琴吹先輩と天下布武
京路
第1話 出会い ~1546年1月~
誰もいないはずの旧校舎に
生徒会長であり、校内随一のクール系女子だ。4学年上で、ただの中坊とは交わることのない
そんな才女が、埃まみれの旧事務室で、唯一僕がふき取った応接ソファに座っている。
黒ぶち眼鏡にかたどられた瞳は、南極の裂け目から零れ落ちた一千万年前の結氷と同じ輝きを湛える。その凍てつくまなざしで、じっと見下ろしている。
手にした紙片を細い指先で爪弾きながら、凛と冴えた声で諳んじる。
「794年――鳴くよウグイス、ほーほけきょ――
バッグを落としてしまった。
静寂の室内に重たい音が響き渡る。
その瞬間、琴吹先輩が飛び上がるようにこちらを見る。
「な、ななな――」
震える唇から声にならない声しか出てこない。ひたすらにまばたきを繰り返して、見る見るうちに顔が紅潮していく。
手元から転がり落ちた単語帳。794年。ウグイスのイラスト。小学生向けの単語帳だった。
「す、すみません」
よく考えたら別に謝る必要はないんだが、見てはいけないものを見てしまったように思った。
旧校舎の裏口の鍵がかかっていないことに気付いたのは数日前。
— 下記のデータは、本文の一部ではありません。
#: Columns written by this step: name -> (units, long name).
COLUMNS = {
    "centroid_x_nm": ("nm", "centroid x (along columns, from the frame's left edge)"),
    "centroid_y_nm": ("nm", "centroid y (along rows, from the frame's top edge)"),
    "area_nm2": ("nm^2", "projected area (pixel count times pixel area)"),
    "ecd_nm": ("nm", "equivalent circle diameter sqrt(4 A / pi)"),
    "perimeter_nm": ("nm", "perimeter of the smoothed sub-pixel outline"),
    "convex_area_nm2": ("nm^2", "area of the convex hull (pixel centres inside it)"),
    "convex_perimeter_nm": ("nm", "perimeter of the convex hull of the outline"),
    "feret_max_nm": ("nm", "maximum Feret diameter"),
    "feret_min_nm": ("nm", "minimum Feret diameter"),
    "feret_ratio": ("1", "Feret ratio (min / max)"),
    "circularity": ("1", "circularity 4 pi A / P^2"),
    "solidity": ("1", "solidity (area / convex hull area)"),
    "convexity": ("1", "convexity (convex hull perimeter / perimeter)"),
    "orientation_deg": ("deg", "major-axis direction from +x towards +y (clockwise on screen)"),
    "ellipse_major_nm": ("nm", "major axis of the equivalent (same second moments) ellipse"),
    "ellipse_minor_nm": ("nm", "minor axis of the equivalent ellipse"),
    "elongation": ("1", "elongation 1 - minor / major axis of the equivalent ellipse"),
    "intensity_mean": ("1", "mean preprocessed intensity inside the grain"),
    "intensity_std": ("1", "standard deviation of the preprocessed intensity (ddof 0)"),
    "n_corners": ("1", "number of corners of the fitted outline polygon"),
    "edge_ratio": ("1", "short / long edge of the fitted outline polygon"),
}

#: The same, as the step's declared outputs (units and long names in the results store).
STEP = dataclasses.replace(STEP, outputs=tuple(Column(k, u, ln) for k, (u, ln) in COLUMNS.items()))


def _check_labels(labels, image=None, pixel_size_nm=1.0):
    lab = np.asarray(labels)
    if lab.ndim != 2:
        raise ValueError(f"labels must be 2-D, got shape {lab.shape}")
    if not np.issubdtype(lab.dtype, np.integer):
        raise ValueError(f"labels must be an integer array, got dtype {lab.dtype}")
    if lab.size and lab.min() < 0:
        raise ValueError(f"labels must be >= 0, got minimum {lab.min()}")
    if image is not None and np.shape(image) != lab.shape:
        raise ValueError(f"image shape {np.shape(image)} differs from labels shape {lab.shape}")
    if not (np.isfinite(pixel_size_nm) and pixel_size_nm > 0):
        raise ValueError(f"pixel_size_nm must be a positive number, got {pixel_size_nm!r}")
    return lab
秘密基地みたいでわくわくしたけど、ほかの人がいる可能性だってあったのだ。
こんなときは退散するのが吉だ。
「えっと、勉強邪魔しちゃいましたね。じゃあ僕は失礼し――」
「ままままてまて待って!」
上ずってはいるが、通る声。僕は思わず足を止めてしまった。
「そ、その――私が日本史の勉強をしていたことは――どうか内密にしては……くれないだろうか」
まだ顔が赤いが、少しずつ落ち着きを取り戻してきているようだ。
「別にいいですけど――なんでですか?」
「そ、その……えっと……わ、私は、日本史が……不得意なんだ」
琴吹先輩は、学年トップの優等生だと聞く。
入学して数か月の僕らの耳にまで評判が届くんだから相当だ。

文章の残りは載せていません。